When I lived off-grid, that meant things like drying clothes on a line, paying attention to how long lights were left on, and understanding that cloudy weeks meant adjusting how power was used.
If you design your life to need less energy, your off-grid system becomes dramatically simpler and cheaper.
You can live without electricity for a while.
You cannot live long without water.
Every off-grid property needs a reliable water source. That might be a well, a spring, rain catchment, or some combination of those things. Each option comes with advantages and challenges depending on where you live.
When I lived in New York, my primary water source was a spring coming out of the hillside. It was dependable, clean, and required very little pumping. But it also meant protecting the intake from freezing and making sure debris didn’t clog the line.
In other places a drilled well is the most practical option. In dry climates, rain catchment and large storage tanks can become essential.
But even if you plan to stay on the grid, water still matters.
A friend of mine here in North Carolina was building what was supposed to be his dream home. By the time the framing was up and the house was taking shape, he had already spent hundreds of thousands of dollars on the project.

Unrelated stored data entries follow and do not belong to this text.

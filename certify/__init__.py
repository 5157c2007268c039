"""certify: certified torsion subgroups and isogeny classes of elliptic curves over Q.

The certifier (this package) searches and writes certificates; ``certify.verifier`` rechecks
them with the Python standard library alone.
"""
__version__ = "0.1.0"
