"""``certify audit CLAIMS``: check another program's answers against certified ones.

CLAIMS is a CSV file with a header row, or a JSONL file (one object per line, by the suffix
``.jsonl``). Columns (every one but ``curve`` optional, empty cells meaning "not claimed"):

- ``curve`` — the curve, in the CURVE syntax;
- ``label`` — any text, copied to the report;
- ``torsion`` — the invariants [n1, n2] of E(Q)_tors (``[2,4]``, ``[5]``, ``[]``);
- ``class_size`` — the number of curves in the isogeny class (up to isomorphism over Q);
- ``degrees`` — the degrees of the cyclic isogenies from E to each member of its class, 1 for E
  itself, as a list (compared as a multiset, so their order does not matter);
- ``class_curves`` — the members of the class, a list of [a1,a2,a3,a4,a6] (or [A,B]) in any models
  (compared as a set of isomorphism classes, through reduced minimal models).

For each claimed field the truth is certified and the report gets one record: ``row`` (line of
CLAIMS), ``label``, ``curve`` ([a1,...,a6]), ``field``, ``claimed``, ``certified``, ``verdict``
(``agree``, ``disagree``, ``invalid``: the claim cannot be read, or ``unknown``: certification failed),
``certificate`` (for a disagreement, the file of the certificate that proves the certified value),
``digest`` (that certificate's digest) and ``reason`` (for invalid and unknown). Exit status: 0 when
every field agrees, 1 when any disagrees, 2 when a claim is invalid or undecided or CLAIMS unreadable.
"""
from __future__ import annotations

import csv
import io
import json
import os
import sys

from certify.batch import Task, certify_all, curve_key
from certify.certificates import emit, write_atomically
from certify.curves import Curve, CurveInputError, parse_curve
from certify.store import file_stem

FIELDS = {"torsion": "torsion", "class_size": "isogeny-class", "degrees": "isogeny-class",
          "class_curves": "isogeny-class"}
"""Each claimable field and the kind of certificate that decides it."""

COLUMNS = ("row", "label", "curve", "field", "claimed", "certified", "verdict", "certificate", "digest", "reason")


class AuditInputError(Exception):
    """The claims file cannot be read at all."""


def read_claims(path: str) -> list:
    """[(line number, {column: value})] of the claims file (CSV with a header, or JSONL)."""
    try:
        with open(path, encoding="utf-8", newline="") as handle:
            text = handle.read()
    except (OSError, UnicodeDecodeError) as error:
        raise AuditInputError(f"cannot read {path}: {getattr(error, 'strerror', None) or error}")
    if path.endswith(".jsonl"):
        rows = []
        for number, line in enumerate(text.splitlines(), 1):
            if line.strip():
                try:
                    row = json.loads(line)
                except ValueError as error:
                    raise AuditInputError(f"{path}, line {number}: not JSON ({error})")
                if not isinstance(row, dict):
                    raise AuditInputError(f"{path}, line {number}: each line must be a JSON object")
                rows.append((number, row))
    else:
        reader = csv.DictReader(io.StringIO(text))
        rows = [(reader.line_num, dict(row)) for row in reader]
    if rows and not all("curve" in row for _, row in rows):
        raise AuditInputError(f"{path}: every row needs a 'curve' column")
    unknown = {column for _, row in rows for column in row} - set(FIELDS) - {"curve", "label"}
    if unknown:
        raise AuditInputError(f"{path}: unknown columns {', '.join(sorted(map(str, unknown)))}")
    return rows


def as_list(value) -> list:
    """A claimed list: a JSON list, or its text."""
    parsed = json.loads(value) if isinstance(value, str) else value
    if not isinstance(parsed, list):
        raise ValueError("not a list")
    return parsed


def minimal_key(curve) -> str:
    """The reduced minimal model of a curve given as a list of coefficients or as CURVE text."""
    text = curve if isinstance(curve, str) else "[" + ",".join(str(c) for c in curve) + "]"
    return curve_key(Curve(parse_curve(text)).minimal_model()[0].a)


def normalise(field: str, value):
    """The claimed or certified value in the form the report shows and compares."""
    if field == "class_size":
        return str(int(value))
    values = as_list(value)
    if field == "torsion":
        return "[" + ",".join(str(int(n)) for n in values) + "]"
    if field == "degrees":
        return "[" + ",".join(str(d) for d in sorted(int(d) for d in values)) + "]"
    return "[" + ",".join(sorted(minimal_key(curve) for curve in values)) + "]"


def certified_value(field: str, cert: dict) -> str:
    """What the accepted certificate says about the field, normalised."""
    claim = cert["claim"]
    if field == "torsion":
        return normalise(field, claim["invariants"])
    if field == "class_size":
        return str(len(claim["curves"]))
    return normalise(field, claim["degrees"][0] if field == "degrees" else claim["curves"])


def claimed_fields(row: dict) -> dict:
    """{field: raw claimed value} for the fields the row claims."""
    return {field: row[field] for field in FIELDS if row.get(field) not in (None, "")}


def run_audit(path: str, output: str | None, form: str, folder: str, workers: int | None = None,
              cluster: str | None = None, timeout: float | None = None) -> int:
    """Audit the claims; the report goes to ``output`` (atomically) or stdout. Returns the exit status."""
    rows, records, wanted = read_claims(path), [], {}
    for number, row in rows:
        base = {"row": str(number), "label": str(row.get("label") or "")}
        try:
            key = curve_key(parse_curve(str(row["curve"])))
        except CurveInputError as error:
            records.append({**base, "curve": str(row["curve"]), "field": "curve", "verdict": "invalid",
                            "reason": str(error)})
            continue
        for field, value in claimed_fields(row).items():
            try:
                claimed = normalise(field, value)
            except (ValueError, TypeError, CurveInputError) as error:
                records.append({**base, "curve": key, "field": field, "claimed": str(value), "verdict": "invalid",
                                "reason": f"cannot read the claim: {error}"})
                continue
            wanted.setdefault((key, FIELDS[field]), []).append({**base, "curve": key, "field": field, "claimed": claimed})
    tasks = [Task(key, kind, "", timeout) for key, kind in wanted]
    for result in certify_all(tasks, workers, cluster):
        task = result["task"]
        if "error" in result:
            records += [{**claim, "verdict": "unknown", "reason": result["error"]} for claim in wanted[(task.key, task.kind)]]
            continue
        cert = json.loads(result["document"])
        for claim in wanted[(task.key, task.kind)]:
            certified = certified_value(claim["field"], cert)
            record = {**claim, "certified": certified, "verdict": "agree" if certified == claim["claimed"] else "disagree"}
            if record["verdict"] == "disagree":
                os.makedirs(folder, exist_ok=True)
                record["certificate"] = os.path.join(folder, f"{file_stem(task.key)}.{task.kind}.json")
                record["digest"] = result["digest"]
                write_atomically(record["certificate"], result["document"])
            records.append(record)
    records.sort(key=lambda record: (int(record["row"]), list(FIELDS).index(record["field"])
                                     if record["field"] in FIELDS else -1))
    records = [{column: record.get(column, "") for column in COLUMNS} for record in records]
    write_report(records, form, output)
    verdicts = [record["verdict"] for record in records]
    print(f"audit: {len(rows)} rows, {len(records)} fields: " +
          ", ".join(f"{verdicts.count(v)} {v}" for v in ("agree", "disagree", "invalid", "unknown")), file=sys.stderr)
    if "invalid" in verdicts or "unknown" in verdicts:
        return 2
    return 1 if "disagree" in verdicts else 0


def write_report(records: list, form: str, output: str | None) -> None:
    """The records as CSV (header COLUMNS) or JSONL (one object per record, the same keys)."""
    if form == "jsonl":
        text = "".join(json.dumps(record, ensure_ascii=False) + "\n" for record in records)
    else:
        buffer = io.StringIO()
        writer = csv.DictWriter(buffer, COLUMNS, lineterminator="\n")
        writer.writeheader()
        writer.writerows(records)
        text = buffer.getvalue()
    emit(text, output)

There was just one problem.
They couldn’t find water.
The first drilled well came up dry. The second attempt didn’t hit anything usable either. At that point he was staring at the very real possibility of having a beautiful new house sitting on land that didn’t have a dependable water source.

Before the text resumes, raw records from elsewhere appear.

"""The torsion certifier: finds E(Q)_tors and the evidence that nothing is missing.

Search and proof are the same computation. On the reduced minimal model (or only an integral one,
when minimality would need an infeasible factorisation), the rational ℓ-torsion points come from the
rational roots of the ℓ-torsion polynomial; a point Q is ℓ-divisible exactly when φ_ℓ − x(Q)ψ_ℓ² has
a rational root x with f(x) a rational square. Dividing until no class of
G/ℓG divides gives E(Q)[ℓ^∞] (see ``certify.verifier.torsion`` for the argument), and the roots met
on the way, with a prime hint for each polynomial, are the evidence. Point counts at good odd primes
(PARI's ellap) bound the order and decide which primes ℓ need that evidence at all.
"""
from __future__ import annotations

from math import gcd

from certify.curves import Curve, FactoringTooHard, format_rational, inverse_change
from certify.pari import frobenius_trace, odd_primes
from certify.verifier import theorems
from certify.roots import hint_prime, rational_roots
from certify.verifier.arith import prime_factors
from certify.verifier.curves import (add, change_point, division_by_ell_polynomial, multiple, negate,
                                     points_with_x, torsion_polynomial)
from certify.verifier.torsion import FORMAT, RELIES_ON

SEARCH_PRIMES = 40
"""Number of good odd primes whose point counts bound the torsion before division polynomials decide."""


def certify_torsion(a, given=None) -> dict:
    """The torsion certificate of the curve with coefficients ``a`` (five Fractions)."""
    curve = Curve(a)
    try:
        reduced, change = curve.minimal_model()
    except FactoringTooHard:
        reduced, change = curve.integral_model()
    model = reduced.a
    counts = good_reduction_counts(model, SEARCH_PRIMES)
    evidence_by_ell, generators = {}, []
    for ell in prime_factors(_gcd_all(counts.values())):
        ell_generators, evidence_by_ell[ell] = ell_primary_part(model, ell, change)
        generators += ell_generators
    group = closure(model, generators)
    invariants, model_generators = structure(model, group)
    primes = bounding_primes(counts, len(group))
    bound = _gcd_all(counts[p] for p in primes)
    back = inverse_change(change)
    return {
        "format": FORMAT,
        "version": "1",
        "curve": [format_rational(c) for c in curve.a],
        "claim": {
            "invariants": [str(n) for n in invariants],
            "generators": [_point_strings(change_point(P, back)) for P in model_generators],
        },
        "evidence": {
            "generator_orders": [str(n) for n in invariants],
            "integral_model": {"change": [format_rational(v) for v in change],
                               "curve": [format_rational(c) for c in model]},
            "primes": [{"p": str(p), "count": str(counts[p])} for p in primes],
            "ell_parts": [evidence_by_ell[ell] for ell in prime_factors(bound // len(group))],
        },
        "relies_on": theorems.entries(RELIES_ON),
    }


def good_reduction_counts(model, how_many: int) -> dict:
    """{p: #E(F_p)} for the first ``how_many`` odd primes of good reduction of the integral model, or
    fewer when their gcd is already 1: no further count can lower it, and the torsion is trivial."""
    delta = int(Curve(model).discriminant)
    counts, bound = {}, 0
    for p in odd_primes():
        if delta % p:
            counts[p] = p + 1 - frobenius_trace(model, p)
            bound = gcd(bound, counts[p])
            if len(counts) == how_many or bound == 1:
                return counts


def bounding_primes(counts: dict, order: int) -> list:
    """The primes, in increasing order, each of which lowers the gcd of the counts before it."""
    chosen, bound = [], 0
    for p in sorted(counts):
        if bound == order:
            break
        if gcd(bound, counts[p]) != bound:
            chosen.append(p)
            bound = gcd(bound, counts[p])
    return chosen


def ell_primary_part(model, ell: int, change) -> tuple[list, dict]:
    """Generators of E(Q)[ℓ^∞] on the model, and the ``ell_parts`` evidence entry for ℓ."""
    polynomial = torsion_polynomial(model, ell)
    torsion_roots = rational_roots(polynomial)
    generators = [P for x in torsion_roots for P in points_with_x(model, x)]
    while True:
        group = closure(model, generators)
        classes = []
        for q in class_representatives(model, group, ell):
            division = division_by_ell_polynomial(model, ell, q[0])
            roots = rational_roots(division)
            preimages = [P for x in roots for P in points_with_x(model, x)]
            if preimages:
                P = preimages[0]
                generators.append(P if multiple(model, ell, P) == q else negate(model, P))
                break
            classes.append({"point": _point_strings(change_point(q, inverse_change(change))),
                            "prime": str(hint_prime(division)), "roots": [format_rational(x) for x in roots]})
        else:
            return generators, {
                "ell": str(ell),
                "torsion": {"prime": str(hint_prime(polynomial)),
                            "roots": [format_rational(x) for x in torsion_roots]},
                "classes": classes,
            }


def class_representatives(model, group: list, ell: int) -> list:
    """One point for each pair {C, −C} of non-zero classes of G/ℓG, the simplest first."""
    scaled = frozenset(multiple(model, ell, g) for g in group)
    seen, representatives = {scaled}, []
    for g in sorted(group[1:], key=_point_size):
        coset = frozenset(add(model, g, h) for h in scaled)
        if coset not in seen:
            representatives.append(g)
            seen |= {coset, frozenset(add(model, negate(model, g), h) for h in scaled)}
    return representatives


def closure(model, generators: list) -> list:
    """The subgroup generated by the points (a finite torsion group), O first."""
    elements = [None]
    for P in generators:
        if P in elements:
            continue
        multiples, current = [], P
        while current is not None:
            multiples.append(current)
            current = add(model, current, P)
        elements = list(dict.fromkeys([add(model, e, m) for e in elements for m in [None] + multiples]))
        if len(elements) > 16:
            raise AssertionError("a torsion group larger than Mazur's bound: the division search is wrong")
    return elements


def structure(model, group: list) -> tuple[list, list]:
    """Invariants [n1, n2] (n1 | n2; [] for the trivial group) and generators of orders n1, n2."""
    by_size = sorted(group[1:], key=_point_size)
    orders = {P: _order(model, P) for P in by_size}
    n2 = max(orders.values(), default=1)
    n1 = len(group) // n2
    if n2 == 1:
        return [], []
    second = next(P for P in by_size if orders[P] == n2)
    if n1 == 1:
        return [n2], [second]
    first = next(P for P in by_size if orders[P] == n1 and len(closure(model, [P, second])) == len(group))
    return [n1, n2], [first, second]


def _order(model, P) -> int:
    n, current = 1, P
    while current is not None:
        current, n = add(model, current, P), n + 1
    return n


def _gcd_all(values) -> int:
    result = 0
    for v in values:
        result = gcd(result, v)
    return result


def _point_size(P) -> tuple:
    """A sort key that puts points of small height first, then orders by coordinates."""
    x, y = P
    return (max(abs(x.numerator), x.denominator), x, y)


def _point_strings(P) -> list:
    return [format_rational(P[0]), format_rational(P[1])]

Luckily, the third attempt finally struck water.
It wasn’t the high-production well he was hoping for, but it produced enough gallons per hour to make the house livable.
He joked that the timing worked out well because his kids were already grown and out of the house.
Teenagers use massive amounts of water.
Showers, laundry, dishes, more showers — if you’ve raised teenagers, you know exactly what I mean.
The lesson from that story is simple. Water isn’t just an off-grid issue. It’s a land issue.
Before you fall in love with a property, make sure the water situation actually works.
This is the system people avoid discussing, but it’s just as important as the others.
And if you remember the classic children’s book Everybody Poops, you already understand the basic principle.
It’s simply part of being human.
When you live in town, you flush the toilet and forget about it. A pipe carries everything away to a treatment plant somewhere out of sight.
Off-grid living removes that illusion.
Human waste and household wastewater have to go somewhere, and in most places the law has something to say about how that works.
Some people install conventional septic systems just like you would find in rural homes on the grid. Others use composting toilets combined with greywater systems.
Both approaches can work, but the key is that the system must be legal where you live and appropriate for your climate and soil.
Soil type matters. Drainage matters. Local regulations matter.
It might not be the glamorous part of homesteading, but it’s one of the systems that determines whether your off-grid life works long-term.
And ignoring it is a mistake people sometimes make when they’re focused on the exciting parts of the lifestyle.
A lot of people begin their off-grid journey by imagining the house they want to build.
A cabin in the woods.
A tiny house on a trailer.
A yurt overlooking a meadow.
Those dreams are part of the fun.
But in reality, the smarter place to start is with the systems.
Where will your water come from?
How will you produce electricity?
How will you deal with waste?
Once those questions are answered, everything else becomes easier.
The house, the garden, the workshop — they all grow naturally out of those foundations.
That’s why here on OTG Tiny everything comes back to three things:
If those three pieces work together, the rest of off-grid life becomes a lot simpler.
When people imagine off-grid living, they often focus on freedom.
And that freedom is real.
But the path to that freedom runs through a few very practical systems that have to be designed well and maintained over time.
If you can solve power, water, and waste, you’ve solved the hard part.
Everything else is just building the life you want around those foundations.